Tesco Stillorgan. Bottom shelf is the freshest but only on the left side. Does this mean that the person stocking the shelf is left handed?


----------



## Smashbox (6 May 2009)

*Re: Dunnes - check your veg before you buy!*

I usually get all my fruit and veg from a greengrocers, it lasts ages.

Got potatoes from Dunnes last week because I couldnt get to the veggie shop, bagged of course because there was no loose, and half of them were rotten. Mank. Served me right, I won't be getting them there again!


----------



## woodbine (6 May 2009)

*Re: Dunnes - check your veg before you buy!*

we do most of our shopping in Aldi once a week but if i need something during the week i go to the local Centra. The quality of the vegetables is awful and when you go back to complain, the owner just tells you to pick out another one free of charge.

i'm convinced he buys it cheaper because it's almost gone off when he buys it. the mushrooms are often brown! (and no, they're not one of those strange varieties like ****ake or whatever they're called ! ) 

The Aldi stuff is usually ok, but i should have a vegetable garden set up for next year so i'll be growing everything i can then.


----------



## Sue Ellen (6 May 2009)

*Re: Dunnes - check your veg before you buy!*

Have always found Dunnes fruit and veg to be sub-standard.  Have often seen the boxes of bananas being put out on display at night time with rotten stock.  This is the way they are arriving in to the shop.

I've complained many, many times down through the years but as far as I can see its company policy and won't change.  All branches seem to be the same.


----------



## GMD (7 May 2009)

*Re: Dunnes - check your veg before you buy!*

There some very sweeping statements here about particular stores which are not my experience, id say the issue is local management. Bear in mind that in particular for Irish vegetables, no matter what shop you buy in it has come from the same small number of growers, for example they may be only three broccoli growers in the country. 
It is strange though that suppliers to Tesco of fruit and veg in North Dublin now have to send their product to a packer in Northern Ireland for it to be packed and then sent back down


----------



## olddog (8 May 2009)

*Re: Dunnes - check your veg before you buy!*



GMD said:


> ..................It is strange though that suppliers to Tesco of fruit and veg in North Dublin now have to send their product to a packer in Northern Ireland for it to be packed and then sent back down.................



Perhaps this

http://www.fingal-independent.ie/ne...as-tesco-pull-contract-exclusive-1667251.html

is not unrelated


----------



## Deas (12 May 2009)

*Re: Dunnes - check your veg before you buy!*

I stopped buying vegetables in Tesco's when I picked up spring onions one day and they were frozen solid.  I checked some other produce that had gone soft having obviously thawed out previously - bananas in particular.  Lidl's vegetables seem to be the best of the supermarket stock in my opinion.


----------



## terrontress (13 May 2009)

*Re: Dunnes - check your veg before you buy!*

I wouldn't take my veg from Dunnes if they were giving it for free.

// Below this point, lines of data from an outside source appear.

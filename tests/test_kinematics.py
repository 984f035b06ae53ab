"""Spectral kinematics against analytic flows, Parseval's identity and quadrature."""

from __future__ import annotations

import ducc0
import numpy as np
import pytest
from reference_winds import U0, A, case2, case6, latitudes, mesh, potential_flow, wind_dataset

import flowpipe as fp
from flowpipe.constants import EARTH_ROTATION_RATE


def _wind(geometry, nlat, nlon, flow):
    lat = latitudes(geometry, nlat)
    lon, phi, lam = mesh(lat, nlon)
    ref = flow(phi, lam)
    return wind_dataset(ref["u"], ref["v"], lat, lon), ref, phi, lam


def _quadrature_weights(geometry, nlat):
    """Area fraction of each row (ascending): Gauss-Legendre from numpy.polynomial.legendre
    .leggauss (weights sum to 2 over sin(phi) in [-1, 1]); Clenshaw-Curtis from
    ducc0.sht.experimental.get_gridweights (sum 4 pi, symmetric)."""
    if geometry == "GL":
        return np.polynomial.legendre.leggauss(nlat)[1] / 2.0
    return ducc0.sht.experimental.get_gridweights(geometry, nlat) / (4.0 * np.pi)


@pytest.mark.parametrize(("geometry", "nlat", "nlon", "flow"), [
    ("GL", 32, 64, potential_flow),          # scipy.special.sph_harm_y field
    ("CC", 33, 64, case6),                   # Williamson et al. (1992), test case 6
    ("CC", 33, 64, lambda p, q: case2(p, q, np.pi / 2 - 0.05)),  # ... test case 2
])
def test_parseval_spectrum_sums_to_mean_kinetic_energy(geometry, nlat, nlon, flow):
    # Parseval on the sphere: sum_l E(l) equals the area-weighted global mean of
    # (u^2 + v^2)/2, computed here by quadrature exact for the band-limited field
    # (Boer 1983, J. Atmos. Sci. 40, 154-163), to <= 1e-10 relative.
    wind, ref, _, _ = _wind(geometry, nlat, nlon, flow)
    kin = fp.kinematics(wind)
    total = float(kin["kinetic_energy_spectrum_rotational"].sum()
                  + kin["kinetic_energy_spectrum_divergent"].sum())
    mean = float(_quadrature_weights(geometry, nlat) @ (0.5 * (ref["u"] ** 2 + ref["v"] ** 2)).mean(1))
    assert abs(total - mean) <= 1e-10 * mean
    # The rotational and divergent winds are orthogonal on the sphere (Helmholtz; Boer
    # 1983), so the quadrature of the two kinetic-energy fields adds up to the same mean.
    ke_fields = (kin["kinetic_energy_rotational"] + kin["kinetic_energy_divergent"]).values
    parts = float(_quadrature_weights(geometry, nlat) @ ke_fields.mean(1))
    assert abs(parts - mean) <= 1e-10 * mean


def test_rossby_haurwitz_spectrum_has_degrees_1_and_5_only():
    # Williamson et al. (1992) test case 6: psi is a sum of a degree-1 term (sin phi) and a
    # degree-(R+1) = 5 term (cos^4 phi sin phi cos 4 lambda), and the flow is non-divergent.
    wind, _, _, _ = _wind("GL", 32, 64, case6)
    kin = fp.kinematics(wind)
    rot = kin["kinetic_energy_spectrum_rotational"].values
    assert kin.sizes["total_wavenumber"] == 32
    assert np.all(rot[[1, 5]] > 0)
    others = np.delete(rot, [1, 5])
    assert np.max(others) <= 1e-12 * rot.max()
    assert np.max(kin["kinetic_energy_spectrum_divergent"].values) <= 1e-12 * rot.max()


def test_absolute_vorticity_of_zonal_flow():
    # Williamson et al. (1992) test case 2 (alpha = 0): zeta = 2 u0 sin(phi) / a; absolute
    # vorticity adds 2 Omega sin(phi) with Omega of IERS Conventions (2010), table 1.1
    # (Holton & Hakim 2013, An Introduction to Dynamic Meteorology, section 4.2).
    wind, ref, phi, _ = _wind("F1", 32, 64, lambda p, q: case2(p, q, 0.0))
    kin = fp.kinematics(wind)
    exact = ref["zeta"] + 2.0 * EARTH_ROTATION_RATE * np.sin(phi)
    error = np.max(np.abs(kin["absolute_vorticity"].values - exact)) / np.max(np.abs(exact))
    assert error <= 1e-9


def test_rigid_rotation_has_no_deformation():
    # Solid-body rotation (Williamson et al. 1992, test case 2, flow over the poles) has a
    # vanishing rate of strain (Batchelor 1967, An Introduction to Fluid Dynamics, section
    # 2.3): stretching and shearing deformation are zero, pole rows included.
    wind, _, _, _ = _wind("CC", 33, 64, lambda p, q: case2(p, q, np.pi / 2 - 0.05))
    kin = fp.kinematics(wind)
    scale = U0 / A
    for name in ("stretching_deformation", "shearing_deformation", "total_deformation"):
        assert np.max(np.abs(kin[name].values)) <= 1e-9 * scale


def _batchelor(flow, phi, lam, h=1e-3):
    """Stretching and shearing deformation from the spherical-coordinate rate of strain
    of Batchelor (1967), appendix 2, with derivatives of the analytic flow taken by
    fourth-order central differences (Fornberg 1988, Math. Comp. 51, 699-706)."""
    def d(f, dp, dl):
        return (-f(phi + 2 * dp, lam + 2 * dl) + 8 * f(phi + dp, lam + dl)
                - 8 * f(phi - dp, lam - dl) + f(phi - 2 * dp, lam - 2 * dl)) / (12 * h)

    def u(p, q):
        return flow(p, q)["u"]

    def v(p, q):
        return flow(p, q)["v"]

    c, t = np.cos(phi), np.tan(phi)
    uu, vv = u(phi, lam), v(phi, lam)
    stretching = d(u, 0, h) / (A * c) - vv * t / A - d(v, h, 0) / A
    shearing = d(v, 0, h) / (A * c) + d(u, h, 0) / A + uu * t / A
    return stretching, shearing


@pytest.mark.parametrize("flow", [potential_flow, case6], ids=["sph_harm_y", "case6"])
def test_deformation_matches_the_rate_of_strain(flow):
    wind, _, phi, lam = _wind("GL", 32, 64, flow)
    kin = fp.kinematics(wind)
    stretching, shearing = _batchelor(flow, phi, lam)
    scale = np.max(np.hypot(stretching, shearing))
    assert np.max(np.abs(kin["stretching_deformation"].values - stretching)) <= 1e-7 * scale
    assert np.max(np.abs(kin["shearing_deformation"].values - shearing)) <= 1e-7 * scale
    total = np.hypot(stretching, shearing)
    assert np.max(np.abs(kin["total_deformation"].values - total)) <= 1e-7 * scale


def test_truncated_spectrum_and_regional_grid():
    # Triangular truncation N: wavenumbers 0..N (Machenhauer 1979, GARP Publ. 17).
    wind, _, _, _ = _wind("GL", 32, 64, case6)
    kin = fp.kinematics(wind, truncation=4)
    assert list(kin["total_wavenumber"].values) == [0, 1, 2, 3, 4]
    # The degree-5 part of case 6 is gone: energy left is that of degree 1 only.
    full = fp.kinematics(wind)["kinetic_energy_spectrum_rotational"].values
    assert np.isclose(kin["kinetic_energy_spectrum_rotational"].values.sum(), full[1], rtol=1e-12)
    with pytest.raises(fp.InputError, match="complete global"):
        fp.kinematics(wind.isel(longitude=slice(0, 30)))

Not only is it questionable as to its freshness, it is also presented so poorly, rolls of bags strewn through the fruit and veg so people can't get a bag without pawing the stuff.

I have always found Lidl fruit and veg to be the best. They do not use radiation to preserve it so you get it underripe, it ripens and stays good for a short time. You have to plan better but it tastes so much better than Dunnes' offering and it is healthier as it doesn't have the preservatives of other retailers.

It is also a lot cheaper!


----------



## Rois (13 May 2009)

*Re: Dunnes - check your veg before you buy!*

It's amazing the packaging used by most stores for fruit and veg - plastic bags are not suitable for these products.
I always remove them from the packaging and store in a covered cardboard box in the coolest room in my house.  They keep much longer this way.

Similarly for meats (apart from the vacuum packed ones), I remove the plastic bag and keep on a plate in the fridge until I need to use them. 

I agree that Lidl appear to be the best choice for fresh fruit and veg in supermarkets.


----------



## bond-007 (24 May 2009)

*Re: Dunnes - check your veg before you buy!*

I have stopped shopping in Dunnes due to their sub standard produce, F&V and other perishables. I often saw sandwiches that are days out of date for sale at full price, furry tomatoes and milk with 1 day left on it. Woe betide you if you attempt to take milk from the back of the fridge. The staff don't care. Easier not to shop there.


----------



## cleverclogs7 (24 May 2009)

*Re: Dunnes - check your veg before you buy!*

i use to shop in lidl for my veg.you have to check for mould.the strawberrys last week had a beautiful green fur coat and the grapes looked very sad.broccoli,potatoes,perpes are very good but lidl carotts dont last more than 3 days .they go off very quickly.


----------



## LauraLu (2 Jun 2009)

Dunnes in Kilnamanagh have fabulous veg- id say the manager there came from Superquinn its always presented perfectly but very very fresh. I had given up buying in Dunnes due to the awful veg and ridiculous prices but they seem to have brought them down a little and i was delighted with this weeks veg i bought in the Kilnamanagh store. 

M&S are great for fresh veggies and aldi are good if you get in early on delivery day.


----------